ENTRIES SUPPLIED:
:::

/** Parses a number expression starting at p (a digit or '.'); null when it is part of an identifier. */
function parseNumberAt(text: string, p: number, unitCache?: Map<string, Unit | null>): StatedNumber | null {
  // A sign right before the number (not a range dash after a digit).
  let start = p;
  let sign = 1;
  const prev = text[p - 1];
  if ((prev === '-' || prev === '−') && !/[\d)]\s*$/.test(text.slice(Math.max(0, p - 3), p - 1))) {
    sign = -1;
    start = p - 1;
  }
  let value: number;
  let end: number;
  let mantissaText: string;
  let digitsEnd: number;
  let precision: { significantDigits: number; resolution: number };
  // A bare power of ten starts with "10" and a caret.
  const power = text.charCodeAt(p) === 49 && text.charCodeAt(p + 1) === 48 ? matchAt(POWER_OF_TEN, text, p) : null;
  if (power && power.index === p) {
    const exponent = Number(normaliseExponent(power[1]));
    value = 10 ** exponent;
    end = p + power[0].length;
    mantissaText = power[0];
    digitsEnd = end;
    // The exponent is stated to `decimals` places: the value lies within 10^(x ± half a place).
    const decimals = (power[1].split('.')[1] ?? '').length;
    const half = 0.5 * 10 ** -decimals;
    precision = { significantDigits: Math.max(1, decimals + 1), resolution: value * (10 ** half - 10 ** -half) };
  } else {
    const m = matchAt(MANTISSA, text, p);
    if (!m) return null;
    mantissaText = m[0];
    end = p + m[0].length;
    digitsEnd = end;
    // "2MASS", "3D", "10th": a number glued to letters is not a quantity
    if (/[A-Za-z]/.test(text[end] ?? '') && !/^[eE][-+]?\d/.test(text.slice(end, end + 4)) && !/^(?:h|K|s)\b/.test(text.slice(end, end + 2))) {
      if (!/^(?:Gpc|Mpc|kpc|pc|Gyr|Myr|kyr|yr|mag|arcsec|arcmin|deg|km|cm)/.test(text.slice(end, end + 6))) return null;
    }
    value = Number(mantissaText.replace(/,/g, ''));
    precision = precisionOf(mantissaText);
    const next = nextNonSpace(text, end);
    const times = next === '×' || next === 'x' ? matchAt(TIMES_TEN, text, end) : null;
    const eNote = times || (text[end] !== 'e' && text[end] !== 'E') ? null : matchAt(E_NOTATION, text, end);
    if (times) {
      const exponent = Number(normaliseExponent(times[1] ?? times[2]));
      value *= 10 ** exponent;
      precision = { significantDigits: precision.significantDigits, resolution: precision.resolution * 10 ** exponent };
      end += times[0].length;
    } else if (eNote) {
      const exponent = Number(eNote[1]);
      value *= 10 ** exponent;
      precision = { significantDigits: precision.significantDigits, resolution: precision.resolution * 10 ** exponent };
      end += eNote[0].length;
    }
  }
  value *= sign;
  const scale = Math.abs(value) / Math.abs(Number(mantissaText.replace(/,/g, '')) || 1);

  // Uncertainty.
  let uncertainty: StatedNumber['uncertainty'] = null;
  const after = nextNonSpace(text, end);
  const pm = after === '±' || after === '+' || after === '\\' ? matchAt(PLUS_MINUS, text, end) : null;
  if (pm) {
    const err = matchAt(MANTISSA, text, end + pm[0].length);
    if (err) {
      const e = Number(err[0].replace(/,/g, '')) * (Number.isFinite(scale) && scale > 0 ? scale : 1);
      uncertainty = { plus: e, minus: e };
      end += pm[0].length + err[0].length;
    }
  } else {
    const asym = after === '^' || after === '_' ? matchAt(ASYMMETRIC, text, end) : null;
    if (asym) {
      const plus = Number(asym[1] ?? asym[4]);
      const minus = Number(asym[2] ?? asym[3]);
      uncertainty = { plus, minus };
      end += asym[0].length;
    }
  }

  // Range: "1.5–2.5", "9 to 11", "between 9 and 11".
  let range: StatedNumber['range'] = null;
  const rel = relationBefore(text, start);
  const between = nextNonSpaceBefore(text, start) === 'n' && /between\s*$/.test(text.slice(Math.max(0, start - 9), start));
  if (!uncertainty) {
    const dash = after === '–' || after === '—' || after === '-' || after === '−' || after === 't' || after === 'a' ? matchAt(RANGE_DASH, text, end) : null;
    const word = dash ? dash[0].trim() : '';
    if (dash && (word !== 'and' || between) && (word !== '-' || !/\s/.test(dash[0]))) {
      const second = matchAt(MANTISSA, text, end + dash[0].length);
      if (second && !/[A-Za-z_]/.test(text[end + dash[0].length + second[0].length] ?? '')) {
        const high = Number(second[0].replace(/,/g, '')) * (scale > 0 && Number.isFinite(scale) ? scale : 1);
        if (high > value) {
          range = { low: value, high };
          end += dash[0].length + second[0].length;
          const p2 = precisionOf(second[0]);
          precision = { significantDigits: Math.max(precision.significantDigits, p2.significantDigits), resolution: Math.min(precision.resolution, p2.resolution * (scale || 1)) };
        }
      }
    }
  }

  const unit = unitAt(text, end, unitCache);
  const qualifier: Qualifier = range ? 'range' : rel ? rel.qualifier : 'exact';
  return {
    value: range ? (range.low + range.high) / 2 : value,
    start,
    end,
    digitsStart: start,
    digitsEnd,
    text: text.slice(start, end),
    significantDigits: precision.significantDigits,
    resolution: precision.resolution,
    qualifier,
    relation: rel ? rel.relation : between ? 'between' : null,
    uncertainty,
    range,
    unit,
  };
}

:::

AIM OF THE EXERCISE: The full listing above should be transcribed exactly.

TASK OUTPUT:
/** Parses a number expression starting at p (a digit or '.'); null when it is part of an identifier. */
function parseNumberAt(text: string, p: number, unitCache?: Map<string, Unit | null>): StatedNumber | null {
  // A sign right before the number (not a range dash after a digit).
  let start = p;
  let sign = 1;
  const prev = text[p - 1];
  if ((prev === '-' || prev === '−') && !/[\d)]\s*$/.test(text.slice(Math.max(0, p - 3), p - 1))) {
    sign = -1;
    start = p - 1;
  }
  let value: number;
  let end: number;
  let mantissaText: string;
  let digitsEnd: number;
  let precision: { significantDigits: number; resolution: number };
  // A bare power of ten starts with "10" and a caret.
  const power = text.charCodeAt(p) === 49 && text.charCodeAt(p + 1) === 48 ? matchAt(POWER_OF_TEN, text, p) : null;
  if (power && power.index === p) {
    const exponent = Number(normaliseExponent(power[1]));
    value = 10 ** exponent;
    end = p + power[0].length;
    mantissaText = power[0];
    digitsEnd = end;
    // The exponent is stated to `decimals` places: the value lies within 10^(x ± half a place).
    const decimals = (power[1].split('.')[1] ?? '').length;
    const half = 0.5 * 10 ** -decimals;
    precision = { significantDigits: Math.max(1, decimals + 1), resolution: value * (10 ** half - 10 ** -half) };
  } else {
    const m = matchAt(MANTISSA, text, p);
    if (!m) return null;
    mantissaText = m[0];
    end = p + m[0].length;
    digitsEnd = end;
    // "2MASS", "3D", "10th": a number glued to letters is not a quantity
    if (/[A-Za-z]/.test(text[end] ?? '') && !/^[eE][-+]?\d/.test(text.slice(end, end + 4)) && !/^(?:h|K|s)\b/.test(text.slice(end, end + 2))) {
      if (!/^(?:Gpc|Mpc|kpc|pc|Gyr|Myr|kyr|yr|mag|arcsec|arcmin|deg|km|cm)/.test(text.slice(end, end + 6))) return null;
    }
    value = Number(mantissaText.replace(/,/g, ''));
    precision = precisionOf(mantissaText);
    const next = nextNonSpace(text, end);
    const times = next === '×' || next === 'x' ? matchAt(TIMES_TEN, text, end) : null;
    const eNote = times || (text[end] !== 'e' && text[end] !== 'E') ? null : matchAt(E_NOTATION, text, end);
    if (times) {
      const exponent = Number(normaliseExponent(times[1] ?? times[2]));
      value *= 10 ** exponent;
      precision = { significantDigits: precision.significantDigits, resolution: precision.resolution * 10 ** exponent };
      end += times[0].length;
    } else if (eNote) {
      const exponent = Number(eNote[1]);
      value *= 10 ** exponent;
      precision = { significantDigits: precision.significantDigits, resolution: precision.resolution * 10 ** exponent };
      end += eNote[0].length;
    }
  }
  value *= sign;
  const scale = Math.abs(value) / Math.abs(Number(mantissaText.replace(/,/g, '')) || 1);

  // Uncertainty.
  let uncertainty: StatedNumber['uncertainty'] = null;
  const after = nextNonSpace(text, end);
  const pm = after === '±' || after === '+' || after === '\\' ? matchAt(PLUS_MINUS, text, end) : null;
  if (pm) {
    const err = matchAt(MANTISSA, text, end + pm[0].length);
    if (err) {
      const e = Number(err[0].replace(/,/g, '')) * (Number.isFinite(scale) && scale > 0 ? scale : 1);
      uncertainty = { plus: e, minus: e };
      end += pm[0].length + err[0].length;
    }
  } else {
    const asym = after === '^' || after === '_' ? matchAt(ASYMMETRIC, text, end) : null;
    if (asym) {
      const plus = Number(asym[1] ?? asym[4]);
      const minus = Number(asym[2] ?? asym[3]);
      uncertainty = { plus, minus };
      end += asym[0].length;
    }
  }

  // Range: "1.5–2.5", "9 to 11", "between 9 and 11".
  let range: StatedNumber['range'] = null;
  const rel = relationBefore(text, start);
  const between = nextNonSpaceBefore(text, start) === 'n' && /between\s*$/.test(text.slice(Math.max(0, start - 9), start));
  if (!uncertainty) {
    const dash = after === '–' || after === '—' || after === '-' || after === '−' || after === 't' || after === 'a' ? matchAt(RANGE_DASH, text, end) : null;
    const word = dash ? dash[0].trim() : '';
    if (dash && (word !== 'and' || between) && (word !== '-' || !/\s/.test(dash[0]))) {
      const second = matchAt(MANTISSA, text, end + dash[0].length);
      if (second && !/[A-Za-z_]/.test(text[end + dash[0].length + second[0].length] ?? '')) {
        const high = Number(second[0].replace(/,/g, '')) * (scale > 0 && Number.isFinite(scale) ? scale : 1);
        if (high > value) {
          range = { low: value, high };
          end += dash[0].length + second[0].length;
          const p2 = precisionOf(second[0]);
          precision = { significantDigits: Math.max(precision.significantDigits, p2.significantDigits), resolution: Math.min(precision.resolution, p2.resolution * (scale || 1)) };
        }
      }
    }
  }

  const unit = unitAt(text, end, unitCache);
  const qualifier: Qualifier = range ? 'range' : rel ? rel.qualifier : 'exact';
  return {
    value: range ? (range.low + range.high) / 2 : value,
    start,
    end,
    digitsStart: start,
    digitsEnd,
    text: text.slice(start, end),
    significantDigits: precision.significantDigits,
    resolution: precision.resolution,
    qualifier,
    relation: rel ? rel.relation : between ? 'between' : null,
    uncertainty,
    range,
    unit,
  };
}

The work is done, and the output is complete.